As shown below, configuring router-guard is a two-step process. First an IGMP profile has to be created, and the router-guard command should be configured under this profile. The second step is to apply this IGMP profile to all neighbors under VFIs between the NPE's within the same datacenter.
router-guard configuration on ASR 9000 router
RP/0/RSP0/CPU0:DC3-ASR9K-NPE1#conf t
Mon Mar 14 15:14:01.865 PST
RP/0/RSP0/CPU0:DC3-ASR9K-NPE1(config)#igmp snooping profile router-guard
RP/0/RSP0/CPU0:DC3-ASR9(config-igmp-snooping-profile)#router-guard
RP/0/RSP0/CPU0:DC3-ASR9(config-igmp-snooping-profile)#commit
RP/0/RSP0/CPU0:DC3-ASR9K-NPE1#conf t
Mon Mar 14 15:14:23.503 PST
RP/0/RSP0/CPU0:DC3-ASR9K-NPE1(config)#l2vpn bridge group group1 bridge-domain vlan111
RP/0/RSP0/CPU0:DC3-ASR9K-NPE1(config-l2vpn-bg-bd)#vfi vfi111
RP/0/RSP0/CPU0:DC3-ASR9K-NPE1(config-l2vpn-bg-bd-vfi)#neighbor 150.3.3.6 pw-id 111
RP/0/RSP0/CPU0:DC3-ASR9K-N(config-l2vpn-bg-bd-vfi-pw)#igmp snooping profile router-guard
RP/0/RSP0/CPU0:DC3-ASR9K-N(config-l2vpn-bg-bd-vfi-pw)#commit
RP/0/RSP0/CPU0:DC3-ASR9K-NPE1#sh run l2vpn bridge group group1 bridge-domain v$
Mon Mar 14 15:22:52.099 PST
l2vpn
bridge group group1
bridge-domain vlan111
igmp snooping profile igmp-snoop
interface Bundle-Ether31.111
!
vfi vfi111
neighbor 150.2.2.5 pw-id 111
pw-class vpls-pw-class
!
neighbor 150.2.2.6 pw-id 111
pw-class vpls-pw-class
!
# Neighbor 150.3.3.6 is the N-PE (ASR9000) within the same data center. Hence IGMP profile with router-guard is configured #
neighbor 150.3.3.6 pw-id 111
pw-class vpls-pw-class
igmp snooping profile router-guard
!
neighbor 150.11.11.5 pw-id 111
pw-class vpls-pw-class
!
neighbor 150.11.11.6 pw-id 111
pw-class vpls-pw-class
Globalization, security and disaster recovery considerations are driving divergence in business locations across multiple regions. In addition, organizations are looking to distribute workload between computers, share network resources effectively and increase the availability of applications.
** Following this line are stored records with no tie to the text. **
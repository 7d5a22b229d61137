"""Digests of all results of a few stacks, for a comparison between processors: `python digests.py` prints them."""

from __future__ import annotations

import hashlib

import numpy as np

import filmstack as fs
from filmstack.wave.route import forced

WAVELENGTH, ANGLE = np.linspace(400.0, 700.0, 61), [0.0, 20.0, 55.0, 80.0]
MEDIA = {
    "lossless": [(2.35, 0.0), (1.46, 0.0)],
    "absorbing": [(2.35, 1e-4), (1.46, 0.02)],
    "metal": [(2.1, 0.0), (0.06, 3.3), (1.5, 1e-3)],
    "evanescent": [(0.9, 0.0), (2.0, 0.0), (1.3, 1e-6)],
}


def _stack(kind):
    materials, rng = [fs.constant(*medium) for medium in MEDIA[kind]], np.random.default_rng(3)
    films = [fs.Layer(materials[j % len(materials)], float(rng.uniform(5.0, 200.0))) for j in range(30)]
    return fs.Stack(fs.constant(1.5), films, fs.constant(1.52))


def _digest(result, names):
    digest = hashlib.sha256()
    for name in names:
        digest.update(np.ascontiguousarray(getattr(result, name)).tobytes())
    return digest.hexdigest()


def coherent_digests(route):
    """Return the digests of amplitudes, powers and thickness gradients of coherent stacks by one route."""
    found = {}
    with forced(route):
        for kind in MEDIA:
            spectrum = fs.spectrum(_stack(kind), WAVELENGTH, ANGLE)
            gradient = fs.thickness_gradient(_stack(kind), WAVELENGTH, ANGLE)
            found[f"{kind}: R T r t"] = _digest(spectrum, [f"{name}_{q}" for name in "RTrt" for q in "sp"])
            found[f"{kind}: gradients"] = _digest(gradient, [f"d{name}_{q}" for name in "RTrt" for q in "sp"])
    return found


if __name__ == "__main__":
    for by in ("small", "compiled"):
        for name, digest in coherent_digests(by).items():
            print(f"{by} {name} {digest}")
As data centers grow in size and complexity, enterprises are adopting server virtualization technologies to achieve increase efficiency and use of resources. Due to the exponential growth, most of these customers are looking at interconnecting more data centers, extending large number of VLANs with high layer 2 traffic capabilities between these data centers.
This design guide describes the deployment of the MC-LAG to VPLS technology on Cisco ASR 9000 routers. While active/standby by nature, an option to provide active/active connectivity was also discussed thus providing greater redundancy and VLAN load sharing between the two POA devices. With the deployment of vPC on Nexus 7000 switches in the aggregation, this solution provides link and chassis level redundancy and faster convergence during link and node failures. In addition, the solution is also fully compatible with the use of VSS technology on Cisco Catalyst 6500s in the aggregation layer.
In summary, the MC-LAG based VPLS solution documented in this design guide provides a high-speed, low latency network with STP isolation between data centers. The solution is extremely flexible and highly scalable and offers key features required for large-scale data center interconnectivity.